- **Work request**
Please output the data below exactly as given, starting at its first line and stopping after the line that contains "static const option_spec common_options[]".

Records supplied below:

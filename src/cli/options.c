/* Reading the command line: one pass finds the command, a second one reads the
 * options that it takes.  `--name value` and `--name=value` are the same. */
#include "cli/options.h"

#include <errno.h>
#include <math.h>
#include <stdarg.h>
#include <stdio.h>
#include <stdlib.h>
#include <string.h>
#include <unistd.h>

#include "cli/command.h"

static const option_spec common_options[] = {
    {OPTION_SET, "--set", 0, "NAME=VALUE",
     "replace a number of the file: k2=0.1, [A]=2, [X]0=1e-3, R3.kf=10; may be repeated"},
    {OPTION_JSON, "--json", 0, NULL, "print one JSON object instead of text"},
    {OPTION_SEED, "--seed", 0, "N", "where the sampling starts (0); the same seed gives the same answer"},
    {OPTION_QUIET, "--quiet", 0, NULL, "no warnings, notes or progress"},
    {OPTION_HELP, "--help", 'h', NULL, "show this help"},
};

static const option_spec version_option = {OPTION_VERSION, "--version", 0, NULL, "show the version"};

enum { COMMON_COUNT = sizeof common_options / sizeof *common_options };

const option_spec *options_common(size_t *count)
{
    *count = COMMON_COUNT;
    return common_options;
}

static bool fail(options *o, const char *remedy, const char *format, ...) __attribute__((format(printf, 3, 4)));

/* Record what is wrong, and return false. */
static bool fail(options *o, const char *remedy, const char *format, ...)
{
    o->problem.code = LB_E_ARG;
    va_list list;
    va_start(list, format);
    vsnprintf(o->problem.message, sizeof o->problem.message, format, list);
    va_end(list);
    snprintf(o->problem.remedy, sizeof o->problem.remedy, "%s", remedy ? remedy : "");
    return false;
}

static bool fail_memory(options *o)
{
    fail(o, NULL, "%s", lb_status_text(LB_E_NOMEM));
    o->problem.code = LB_E_NOMEM;
    return false;
}

/* Does the argument name this option?  "--until=60" does; *value is then the text behind "=". */
static bool matches(const option_spec *spec, const char *argument, const char **value)
{
    *value = NULL;
    if (argument[1] != '-') {
        if (argument[1] != spec->letter)
            return false;
        if (argument[2])
            *value = argument + 2;
        return true;
    }
    size_t length = strcspn(argument, "=");
    if (strlen(spec->name) != length || strncmp(spec->name, argument, length) != 0)
        return false;
    if (argument[length] == '=')
        *value = argument + length + 1;
    return true;
}

static const option_spec *find_among(const option_spec *specs, size_t count, const char *argument, const char **value)
{
    for (size_t i = 0; i < count; i++)
        if (matches(&specs[i], argument, value))
            return &specs[i];
    return NULL;
}

/* An option of this command, or one that all have. */
static const option_spec *find_option(const command *c, const char *argument, const char **value)
{
    const option_spec *spec = find_among(c->own, c->own_count, argument, value);
    if (!spec)
        spec = find_among(common_options, COMMON_COUNT, argument, value);
    if (!spec)
        spec = find_among(&version_option, 1, argument, value);
    return spec;
}

/* An option of any command; *owner is the first that has it. */
static const option_spec *find_anywhere(const char *argument, const char **value, const command **owner)
{
    size_t count;
    const command *const *list = command_list(&count);
    for (size_t i = 0; i < count; i++) {
        const option_spec *spec = find_option(list[i], argument, value);
        if (spec) {
            *owner = list[i];
            return spec;
        }
    }
    return NULL;
}

static bool is_option(const char *argument)
{
    return argument[0] == '-' && argument[1] != '\0';
}

/* Index of the first argument that is neither an option nor an option's value; 0: none. */
static int first_word(int argc, char **argv)
{
    for (int i = 1; i < argc; i++) {
        if (strcmp(argv[i], "--") == 0)
            return 0;
        if (!is_option(argv[i]))
            return i;
        const char *value;
        const command *owner;
        const option_spec *spec = find_anywhere(argv[i], &value, &owner);
        if (spec && spec->value && !value)
            i++;
    }
    return 0;
}

static bool add_setting(options *o, const char *text)
{
    const char *equals = strchr(text, '=');
    if (!equals || equals == text || !equals[1])
        return fail(o, "write --set NAME=VALUE, for example --set k2=0.1", "`%s` is not NAME=VALUE", text);
    lb_setting *more = realloc(o->settings, (o->setting_count + 1) * sizeof *more);
    if (!more)
        return fail_memory(o);
    o->settings = more;
    char *name = strndup(text, (size_t)(equals - text));
    if (!name)
        return fail_memory(o);
    o->settings[o->setting_count++] = (lb_setting){.name = name, .value = equals + 1};
    return true;
}

/* A whole number from low on. */
static bool read_whole(options *o, const option_spec *spec, const char *text, uint64_t low, uint64_t *value)
{
    char *end;
    errno = 0;
    unsigned long long number = strtoull(text, &end, 10);
    if (text[0] < '0' || text[0] > '9' || *end || errno || number < low)
        return fail(o, NULL, "%s takes a whole number%s, and `%s` is none", spec->name, low ? " above zero" : "", text);
    *value = number;
    return true;
}

/* A finite number above zero, and at most high. */
static bool read_positive(options *o, const option_spec *spec, const char *text, double high, double *value)
{
    char *end;
    double number = strtod(text, &end);
    if (end == text || *end || !isfinite(number) || number <= 0)
        return fail(o, NULL, "%s takes a number above zero, and `%s` is none", spec->name, text);
    if (number > high)
        return fail(o, NULL, "%s takes at most %g, and `%s` is more", spec->name, high, text);
    *value = number;
    return true;
}

static bool read_scopes(options *o, const char *text)
{
    o->given = o->ranges = false;
    for (const char *word = text;; word++) {
        size_t length = strcspn(word, ",");
        if (length == 5 && strncmp(word, "given", length) == 0)
            o->given = true;
        else if (length == 6 && strncmp(word, "ranges", length) == 0)
            o->ranges = true;
        else
            return fail(o, "write --scope given, --scope ranges or --scope given,ranges",
                        "`%.*s` is not a scope", (int)length, word);
        word += length;
        if (!*word)
            return true;
    }
}

static bool read_solver(options *o, const char *text)
{
    if (strcmp(text, "gsl") == 0)
        o->solver = LB_SOLVER_GSL;
    else if (strcmp(text, "cvodes") == 0)
        o->solver = LB_SOLVER_CVODES;
    else
        return fail(o, "write --for gsl or --for cvodes", "`%s` is not a library that emit knows", text);
    return true;
}

static bool apply(options *o, const option_spec *spec, const char *value)
{
    const double most_seconds = 1e9, most_tolerance = 1e-2;
    uint64_t number = 0;
    switch (spec->id) {
    case OPTION_JSON: o->json = true; return true;
    case OPTION_QUIET: o->quiet = true; return true;
    case OPTION_HELP: o->help = true; return true;
    case OPTION_VERSION: o->version = true; return true;
    case OPTION_SET: return add_setting(o, value);
    case OPTION_SEED: return read_whole(o, spec, value, 0, &o->seed);
    case OPTION_UNTIL: o->until = value; return true;
    case OPTION_EVERY: o->every = value; return true;
    case OPTION_TOLERANCE: return read_positive(o, spec, value, most_tolerance, &o->tolerance);
    case OPTION_OUTPUT: o->output = value; return true;
    case OPTION_NAME: o->name = value; return true;
    case OPTION_FOR: return read_solver(o, value);
    case OPTION_SCOPE: return read_scopes(o, value);
    case OPTION_SAMPLES:
        if (!read_whole(o, spec, value, 1, &number))
            return false;
        o->samples = (size_t)number;
        return true;
    case OPTION_NATIVE: o->native = true; return true;
    case OPTION_ALONG: o->along = value; return true;
    case OPTION_SENSITIVITIES: o->sensitivities = true; return true;
    case OPTION_SECONDS: return read_positive(o, spec, value, most_seconds, &o->seconds);
    }
    return false;
}

/* "limbeck steady", or "limbeck" for the page. */
static void command_words(const command *c, char *text, size_t size)
{
    snprintf(text, size, "limbeck%s%s", *c->name ? " " : "", c->name);
}

static bool fail_unknown_option(options *o, const char *argument)
{
    char words[64], remedy[200];
    const char *value;
    const command *owner = NULL;
    command_words(o->command, words, sizeof words);
    if (find_anywhere(argument, &value, &owner)) {
        char other[64];
        command_words(owner, other, sizeof other);
        snprintf(remedy, sizeof remedy, "it belongs to `%s`", other);
        return fail(o, remedy, "`%s` has no option %.*s", words, (int)strcspn(argument, "="), argument);
    }
    const char *names[32];
    size_t count = 0;
    for (size_t i = 0; i < o->command->own_count; i++)
        names[count++] = o->command->own[i].name;
    for (size_t i = 0; i < COMMON_COUNT; i++)
        names[count++] = common_options[i].name;
    char bare[64];
    snprintf(bare, sizeof bare, "%.*s", (int)strcspn(argument, "="), argument);
    const char *nearest = lb_nearest(bare, names, count);
    if (nearest)
        snprintf(remedy, sizeof remedy, "did you mean %s?", nearest);
    else
        snprintf(remedy, sizeof remedy, "`%s --help` lists the options", words);
    return fail(o, remedy, "`%s` has no option %s", words, bare);
}

/* The option at argv[*i], and its value where that is the next argument. */
static bool read_option(options *o, int argc, char **argv, int *i)
{
    const char *value;
    const option_spec *spec = find_option(o->command, argv[*i], &value);
    if (!spec)
        return fail_unknown_option(o, argv[*i]);
    if (!spec->value && value)
        return fail(o, NULL, "%s takes no value", spec->name);
    if (spec->value && !value) {
        if (*i + 1 >= argc)
            return fail(o, NULL, "%s needs a value: %s %s", spec->name, spec->name, spec->value);
        value = argv[++*i];
    }
    return apply(o, spec, value);
}

static bool is_time_unit(const char *word)
{
    static const char *const units[] = {"ms", "s", "min", "h"};
    for (size_t i = 0; i < sizeof units / sizeof *units; i++)
        if (strcmp(word, units[i]) == 0)
            return true;
    return false;
}

/* A second word: a unit that lost its quotes, a misspelt or misplaced command, or one file too many. */
static bool fail_second_word(options *o, const char *word)
{
    char remedy[200];
    if (!*o->command->name && command_find(word)) {
        snprintf(remedy, sizeof remedy, "the command comes first: limbeck %s %s", word, o->file);
        return fail(o, remedy, "`%s` stands after the file", word);
    }
    if (!*o->command->name && access(o->file, F_OK) != 0) {
        const char *nearest = command_nearest(o->file);
        if (nearest)
            snprintf(remedy, sizeof remedy, "did you mean `limbeck %s %s`?", nearest, word);
        return fail(o, nearest ? remedy : "`limbeck --help` lists the commands", "there is no command `%s`", o->file);
    }
    if ((o->until || o->every) && is_time_unit(word)) {
        snprintf(remedy, sizeof remedy, "quote a time with its unit: --until \"1 %s\"", word);
        return fail(o, remedy, "`%s` stands alone", word);
    }
    return fail(o, NULL, "one mechanism file at a time: `%s` is a second one", word);
}

static bool add_word(options *o, const char *word)
{
    if (o->file)
        return fail_second_word(o, word);
    if (!*word)
        return fail(o, NULL, "the file's name is empty");
    o->file = word;
    return true;
}

/* --json holds for the message about a wrong option too, wherever it stands. */
static bool wants_json(int argc, char **argv)
{
    for (int i = 1; i < argc && strcmp(argv[i], "--") != 0; i++)
        if (strcmp(argv[i], "--json") == 0)
            return true;
    return false;
}

static bool read_arguments(options *o, int argc, char **argv, int command_index)
{
    bool only_words = false;
    for (int i = 1; i < argc; i++) {
        if (i == command_index)
            continue;
        if (!only_words && strcmp(argv[i], "--") == 0)
            only_words = true;
        else if (only_words || !is_option(argv[i])) {
            if (!add_word(o, argv[i]))
                return false;
        } else if (!read_option(o, argc, argv, &i))
            return false;
    }
    return true;
}

bool options_parse(int argc, char **argv, options *o)
{
    memset(o, 0, sizeof *o);
    o->command = &command_page;
    o->given = o->ranges = true;
    o->json = wants_json(argc, argv);
    int index = first_word(argc, argv);
    bool asks_help = index && strcmp(argv[index], "help") == 0;
    const command *named = index ? command_find(argv[index]) : NULL;
    if (named)
        o->command = named;
    if (!read_arguments(o, argc, argv, named || asks_help ? index : 0))
        return false;
    if (asks_help) {
        o->help = true;
        o->topic = o->file;
    }
    if (!o->file && !o->help && !o->version) {
        char words[64];
        command_words(o->command, words, sizeof words);
        return fail(o, "`limbeck --help` shows what there is", "a mechanism file is missing: %s FILE", words);
    }
    return true;
}

void options_clear(options *o)
{
    for (size_t i = 0; i < o->setting_count; i++)
        free((char *)o->settings[i].name);
    free(o->settings);
    o->settings = NULL;
    o->setting_count = 0;
}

End of Records supplied.

- **Response**
filename src/cli/options.c
/* Reading the command line: one pass finds the command, a second one reads the
 * options that it takes.  `--name value` and `--name=value` are the same. */
#include "cli/options.h"

#include <errno.h>
#include <math.h>
#include <stdarg.h>
#include <stdio.h>
#include <stdlib.h>
#include <string.h>
#include <unistd.h>

#include "cli/command.h"

static const option_spec common_options[] = {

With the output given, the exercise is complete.